##### Data to use #####

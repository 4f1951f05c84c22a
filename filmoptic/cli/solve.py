"""``filmoptic solve``: the thickness that meets a target or explains a reading.

The condition options are shared with ``filmoptic compare`` (:func:`condition_options` and
:func:`build_conditions`), so both commands accept exactly the same targets.
"""

from __future__ import annotations

import math
import re
from dataclasses import dataclass
from pathlib import Path

import click

from filmoptic.cli.anodize import law_from_options, law_options, volts_from_option
from filmoptic.cli._common import (
    ambient_option,
    angle_option,
    echo_caution,
    emit_json,
    extrapolate_option,
    json_option,
    percent,
    print_table,
    to_jsonable,
    user_errors,
    write_atomically,
    echo_surface_oxides,
    warn_thin_metal,
)

#: Luminous transmittance below which a caution about eye protection is printed (common practice:
#: welding and sun filters start far below this, and nobody should take a computed one for them).
EYE_CAUTION_BELOW = 0.10
EYE_CAUTION = (
    "a luminous transmittance below 10 % was asked for or computed. A computed filter is no eye "
    "protection for sun, welding or laser viewing: such filters need certified measurement over the "
    "UV, visible and IR to the applicable standard."
)

_CONDITION_OPTIONS = [
    click.option("--luminous-T", "luminous_t", metavar="VALUE",
                 help="Luminous transmittance to reach (ISO 9050, D65 unless --illuminant), e.g. 30% or 0.3."),
    click.option("--luminous-R", "luminous_r", metavar="VALUE",
                 help="Luminous reflectance to reach, seen from the coated side (--side reverse: "
                      "from the substrate side)."),
    click.option("--T-at", "t_at", multiple=True, metavar="WL=VALUE",
                 help="Transmittance at one wavelength (nm), e.g. 550=40%. Repeatable."),
    click.option("--R-at", "r_at", multiple=True, metavar="WL=VALUE",
                 help="Reflectance at one wavelength (nm), e.g. 633=0.5. Repeatable."),
    click.option("--lab", "lab", multiple=True, metavar="L,a,b",
                 help="Colour to match, as CIELAB under the illuminant; nearest by ΔE00. Repeatable."),
    click.option("--hex", "hex_", multiple=True, metavar="#RRGGBB",
                 help="Colour to match, as an sRGB colour; nearest by ΔE00. Repeatable."),
    click.option("--appearance", type=click.Choice(["reflected", "transmitted"]), default="reflected",
                 show_default=True, help="Whether --lab/--hex colours are seen in reflection or transmission."),
    click.option("--side", type=click.Choice(["front", "reverse"]), default="front", show_default=True,
                 help="Look from the coated side (front) or through the substrate (reverse)."),
    click.option("--illuminant", default="D65", show_default=True, metavar="NAME",
                 help="Illuminant for luminous values and colours (D65, A, F11, … or a spectrum file)."),
    click.option("--reading", metavar="VALUE",
                 help="A measured transmittance reading: a fraction (0.304), a percentage (30.4%) or the "
                      "two raw readings SAMPLE/REFERENCE (318/1045)."),
    click.option("--source", default="D65", show_default=True, metavar="LIGHT",
                 help="Light of the reading: an illuminant (A for a halogen lamp, D65, …), laser:WL for a "
                      "laser line, led:WL/FWHM for an LED (Gaussian), or a two-column spectrum file."),
    click.option("--detector", default="photopic", show_default=True, metavar="SENSOR",
                 help="photopic (a lux meter), flat (a power meter or thermal sensor) or a two-column "
                      "response file."),
    click.option("--reference", type=click.Choice(["open", "bare"]), default="open", show_default=True,
                 help="The reading is relative to the open beam, or to an uncoated piece of the same substrate."),
    click.option("--uncertainty", metavar="U",
                 help="Uncertainty of every condition, in its own unit (a fraction for values, ΔE00 for "
                      "colours), or N% of the value. Turns each solution into an interval."),
]


def condition_options(func):
    """Decorate a click command with the shared condition options."""
    for option in reversed(_CONDITION_OPTIONS):
        func = option(func)
    return func


def _wl_value(text: str, what: str):
    from filmoptic.errors import FilmopticError
    from filmoptic.units import parse_fraction, parse_number

    if "=" not in text:
        raise FilmopticError(f"{what}: write WAVELENGTH=VALUE like 550=40%, got {text!r}")
    wl_text, value_text = text.split("=", 1)
    wl = parse_number(wl_text.strip().removesuffix("nm").strip(), f"{what} wavelength")
    if not 0 < wl <= 1e6:
        raise FilmopticError(f"{what}: the wavelength must be positive, in nm, got {wl_text!r}")
    return wl, parse_fraction(value_text, what=what)


def _given(name: str, differs_from_default: bool) -> bool:
    """Whether the user typed option ``name`` (not just its default) in the running command."""
    from click.core import ParameterSource

    ctx = click.get_current_context(silent=True)
    source = ctx.get_parameter_source(name) if ctx is not None else None
    if source is None:
        return differs_from_default
    return source not in (ParameterSource.DEFAULT, ParameterSource.DEFAULT_MAP)


def build_conditions(opts: dict, need_value: bool = True) -> list:
    """Turn the shared options into Target/ColourTarget/Reading conditions (in a fixed order).

    With ``need_value=False`` a reading condition is built even without ``--reading`` (for a
    column of readings, whose values come from a file).
    """
    from filmoptic.errors import FilmopticError
    from filmoptic.readings import band_weights, parse_reading
    from filmoptic.solve import ColourTarget, Reading, Target, lab_from_hex, parse_lab, parse_uncertainty
    from filmoptic.units import parse_fraction

    u_text = opts.get("uncertainty")

    def unc(value, colour=False):
        if u_text is None:
            return 0.0
        if colour and str(u_text).strip().endswith("%"):
            raise FilmopticError("--uncertainty for a colour is a ΔE00 value, not a percentage")
        return parse_uncertainty(u_text, value)

    side, illuminant = opts.get("side", "front"), opts.get("illuminant", "D65")
    conditions = []
    if opts.get("luminous_t") is not None:
        v = parse_fraction(opts["luminous_t"], what="--luminous-T")
        conditions.append(Target("luminous_T", v, side=side, uncertainty=unc(v), illuminant=illuminant))
    if opts.get("luminous_r") is not None:
        v = parse_fraction(opts["luminous_r"], what="--luminous-R")
        conditions.append(Target("luminous_R", v, side=side, uncertainty=unc(v), illuminant=illuminant))
    for text in opts.get("t_at") or ():
        wl, v = _wl_value(text, "--T-at")
        conditions.append(Target("T", v, wavelength_nm=wl, side=side, uncertainty=unc(v)))
    for text in opts.get("r_at") or ():
        wl, v = _wl_value(text, "--R-at")
        conditions.append(Target("R", v, wavelength_nm=wl, side=side, uncertainty=unc(v)))
    appearance = opts.get("appearance", "reflected")
    if _given("appearance", appearance != "reflected") and not (opts.get("lab") or opts.get("hex_")):
        raise FilmopticError(
            f"--appearance {appearance} applies to a colour target: add --lab L,a,b or --hex #RRGGBB, "
            "or drop --appearance (luminous and single-wavelength targets name T or R themselves)"
        )
    for text in opts.get("lab") or ():
        conditions.append(ColourTarget(parse_lab(text), appearance, side, unc(None, True), illuminant, text))
    for text in opts.get("hex_") or ():
        conditions.append(ColourTarget(lab_from_hex(text, illuminant), appearance, side, unc(None, True),
                                       illuminant, text))
    reading_options = [f"--{name}" for name, default in (("source", "D65"), ("detector", "photopic"),
                                                          ("reference", "open"))
                       if _given(name, opts.get(name, default) != default)]
    if opts.get("reading") is None and need_value and reading_options:
        one = len(reading_options) == 1
        names = " and ".join([", ".join(reading_options[:-1]), reading_options[-1]] if not one else reading_options)
        raise FilmopticError(
            f"{names} describe{'s' if one else ''} a measured reading: add --reading VALUE, or drop "
            f"{'it' if one else 'them'}"
        )
    if opts.get("reading") is not None or not need_value:
        # Validate the source and detector now so that a typo is reported before any work.
        band_weights(opts.get("source", "D65"), opts.get("detector", "photopic"))
        v = parse_reading(opts["reading"]) if opts.get("reading") is not None else 0.0
        conditions.append(Reading(v, opts.get("source", "D65"), opts.get("detector", "photopic"),
                                  opts.get("reference", "open"), unc(v)))
    if not conditions:
        raise FilmopticError(
            "say what to solve for: --luminous-T, --luminous-R, --T-at, --R-at, --lab, --hex or --reading"
        )
    return conditions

#####

Required work:
Everything above from the line containing "filename filmoptic/cli/solve.py" down to the line containing "EYE_CAUTION_BELOW = 0.10" should be copied exactly, both end lines included, and nothing else.

Solution to this exercise:
filename filmoptic/cli/solve.py
"""``filmoptic solve``: the thickness that meets a target or explains a reading.

The condition options are shared with ``filmoptic compare`` (:func:`condition_options` and
:func:`build_conditions`), so both commands accept exactly the same targets.
"""

from __future__ import annotations

import math
import re
from dataclasses import dataclass
from pathlib import Path

import click

from filmoptic.cli.anodize import law_from_options, law_options, volts_from_option
from filmoptic.cli._common import (
    ambient_option,
    angle_option,
    echo_caution,
    emit_json,
    extrapolate_option,
    json_option,
    percent,
    print_table,
    to_jsonable,
    user_errors,
    write_atomically,
    echo_surface_oxides,
    warn_thin_metal,
)

#: Luminous transmittance below which a caution about eye protection is printed (common practice:
#: welding and sun filters start far below this, and nobody should take a computed one for them).
EYE_CAUTION_BELOW = 0.10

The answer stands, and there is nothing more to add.